*Exercise objective*
Look through the records and copy every line in which "missMm" appears.

= = =

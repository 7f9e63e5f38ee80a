/** Runs that come back to their line: closing, missing, taking up, and ports that are taken. */
import { describe, expect, it } from "vitest";
import { buildModel, nextMarks } from "../../../iso/run/build-model";
import { parseRunDocument, type Item, type Run, type RunDocument } from "../../../iso/run/document";
import { pointRemove } from "../../../iso/run/edit";
import { missWords } from "../../../iso/run/loops";
import { emptyMarks, stickMarks } from "../../../iso/run/marks";
import type { Model } from "../../../iso/run/model-types";
import { runReverse } from "../../../iso/run/reverse";
import { end, flange, RunBuilder, tee } from "../../fixtures/run-builder";

const build = (document: RunDocument): Model => buildModel(document, emptyMarks(), []);
const codes = (model: Model): string[] => model.problems.map((p) => p.code).filter((c) => c.startsWith("loop") || c.startsWith("branch"));
const back = (document: RunDocument, to: string, run = 1): RunDocument => ({ ...document, runs: document.runs.map((r, i): Run => (i === run ? { ...r, to } : r)) });

/** A by-pass: up from one tee, along, and down into the other. `along` and `down` are its second and third leg. */
const bypass = (along = `8'`, down = `3'`, first: Item = tee(), second: Item = tee()): RunDocument => back(
  new RunBuilder("L-1").start(flange()).go("E", `4'`, first).go("E", `8'`, second).go("E", `4'`, flange())
    .branch(2).go("U", `3'`).go("E", along).go("D", down, end("open", "")).done(), "p3");

describe("a by-pass that closes", () => {
  it("ends in the free branch port, with a weld there and pipe cut to the tee's take-out", () => {
    const model = build(bypass());
    expect(model.loops).toEqual([{ runId: "run-1", toPointId: "p3", missMm: [0, 0, 0], closes: true }]);
    expect(codes(model)).toEqual([]);
    expect(model.problems.filter((p) => p.severity === "stop")).toEqual([]);
    const last = model.pieces.find((p) => p.legId === "p7")!;
    // ASME B16.9, NPS 4: LR 90 6 in, straight tee 4 1/8 in; root gaps 1/8 in.
    expect(last.cutLengthMm / 25.4).toBeCloseTo(36 - 6 - 4.125 - 0.25, 9);
    expect(last.ends[1].jointKey).toBe("p3:branch");
    expect(model.joints.find((j) => j.key === "p3:branch")).toMatchObject({ a: last.key, b: "p3", number: expect.any(String) });
    expect(model.components.find((c) => c.pointId === "p7")).toBeUndefined();
  });

  it("is one spool with the line it comes back to", () => {
    expect(build(bypass()).spools).toHaveLength(1);
  });

  it("takes a small miss up in its last leg and says how much", () => {
    const model = build(bypass(`8'`, `2' 11 15/16"`));
    expect(model.loops![0]).toMatchObject({ closes: true, missMm: [0, 0, expect.closeTo(25.4 / 16, 6)] });
    expect(model.problems.find((p) => p.code === "loop-taken-up")!.text).toBe("Branch B1 comes back to point 3 with a miss of 1/16 in U: its last leg takes it up.");
    expect(model.legs.find((l) => l.id === "p7")!.lengthMm).toBeCloseTo(3 * 304.8, 9);
  });

  it("keeps to the line's own tolerance", () => {
    const strict = bypass(`8'`, `2' 11 15/16"`);
    expect(build({ ...strict, settings: { ...strict.settings, loopToleranceMm: 1 } }).loops![0]!.closes).toBe(false);
  });
});

describe("a loop that does not close", () => {
  it("stops, says by how much and what to check", () => {
    const model = build(bypass(`8' 0 1/4"`, `2' 10"`));
    const stop = model.problems.find((p) => p.code === "loop-open")!;
    expect(stop).toMatchObject({ severity: "stop", pointId: "p7", runId: "run-1" });
    expect(stop.text).toBe("Loop does not close by 1/4 in E, 2 in U: branch B1 ends there beside point 3. Check the east-west dimensions of point 2 and the vertical dimensions of points 1, 3, and those of the line between its two ends.");
    expect(model.loops).toEqual([{ runId: "run-1", toPointId: "p3", missMm: [expect.closeTo(6.35, 6), 0, expect.closeTo(50.8, 6)], closes: false }]);
    expect(model.joints.some((j) => j.key === "p3:branch")).toBe(false);
  });

  it("words a miss along all three axes and none", () => {
    expect(missWords([-6.35, 50.8, -1], "imperial")).toBe("1/4 in W, 2 in N, 3/64 in D");
    expect(missWords([0, 0, 0], "metric")).toBe("0 mm");
  });
});

describe("ports", () => {
  it("never take two runs: a tee whose branch leaves already is refused", () => {
    const two = new RunBuilder("L-2").start(flange()).go("E", `4'`, tee()).go("E", `8'`, tee()).go("E", `4'`, flange())
      .branch(2).go("U", `3'`).go("E", `8'`).go("D", `3'`, end("open", "")).branch(3).go("N", `3'`, flange()).done();
    const model = build(back(two, "p3"));
    expect(codes(model)).toEqual(["loop-no-port"]);
    expect(model.loops).toBeUndefined();
  });

  it("an outlet takes a loop, and the open end of the main run does with an elbow", () => {
    expect(codes(build(back(new RunBuilder("L-3").start(end("open", "")).go("E", `4'`, tee()).go("E", `8'`, flange())
      .branch(2).go("N", `5'`).go("W", `4'`).go("S", `5'`, end("open", "")).done(), "p1")))).toEqual([]);
    const model = build(back(new RunBuilder("L-4").start(end("open", "")).go("E", `4'`, tee()).go("E", `8'`, flange())
      .branch(2).go("N", `5'`).go("W", `4'`).go("S", `5'`, end("open", "")).done(), "p1"));
    expect(model.components.filter((c) => c.kind === "elbow").map((c) => c.pointId).sort()).toEqual(["p1", "p4", "p5"]);
    expect(model.loops![0]!.closes).toBe(true);
    expect(codes(build(bypass(`8'`, `3'`, tee(), { kind: "outlet", branchNps: "4" })))).toEqual([]);
  });

  it("a fitting without a branch is refused", () => {
    expect(codes(build(bypass(`8'`, `3'`, tee(), flange())))).toEqual(["loop-no-port"]);
  });
});

describe("the document", () => {
  it("may not come back to nobody or to itself", () => {
    expect(parseRunDocument(bypass()).ok).toBe(true);
    expect(parseRunDocument(back(bypass(), "nobody"))).toMatchObject({ ok: false, messages: ["B1 comes back to a point that is not there."] });
    expect(parseRunDocument(back(bypass(), "p5"))).toMatchObject({ ok: false, messages: ["B1 comes back to a point of its own."] });
  });

  it("lets a run end by itself when the fitting it came back to is taken out", () => {
    const without = pointRemove(bypass(), "p3");
    expect(without.runs[1]!.to).toBeUndefined();
    expect(parseRunDocument(without).ok).toBe(true);
  });

  it("turns a loop round between its two fittings, keeping every mark and cut length", () => {
    const document = bypass();
    const turned = runReverse(document, "run-1");
    if (!turned.ok) throw new Error(turned.message);
    expect(turned.document.runs[1]).toMatchObject({ from: "p3", to: "p2" });
    const [before, after] = [build(document), build(turned.document)];
    expect(after.loops![0]!.closes).toBe(true);
    expect(after.pieces.map((p) => p.cutLengthMm.toFixed(6)).sort()).toEqual(before.pieces.map((p) => p.cutLengthMm.toFixed(6)).sort());
    const marks = stickMarks(nextMarks(document, emptyMarks(), []));
    const next = nextMarks(turned.document, marks, []);
    expect(next.welds).toEqual(marks.welds);
    expect(next.voided).toEqual([]);
  });
});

= = =

*Answer space*
    expect(model.loops).toEqual([{ runId: "run-1", toPointId: "p3", missMm: [0, 0, 0], closes: true }]);
    expect(model.loops![0]).toMatchObject({ closes: true, missMm: [0, 0, expect.closeTo(25.4 / 16, 6)] });
    expect(model.loops).toEqual([{ runId: "run-1", toPointId: "p3", missMm: [expect.closeTo(6.35, 6), 0, expect.closeTo(50.8, 6)], closes: false }]);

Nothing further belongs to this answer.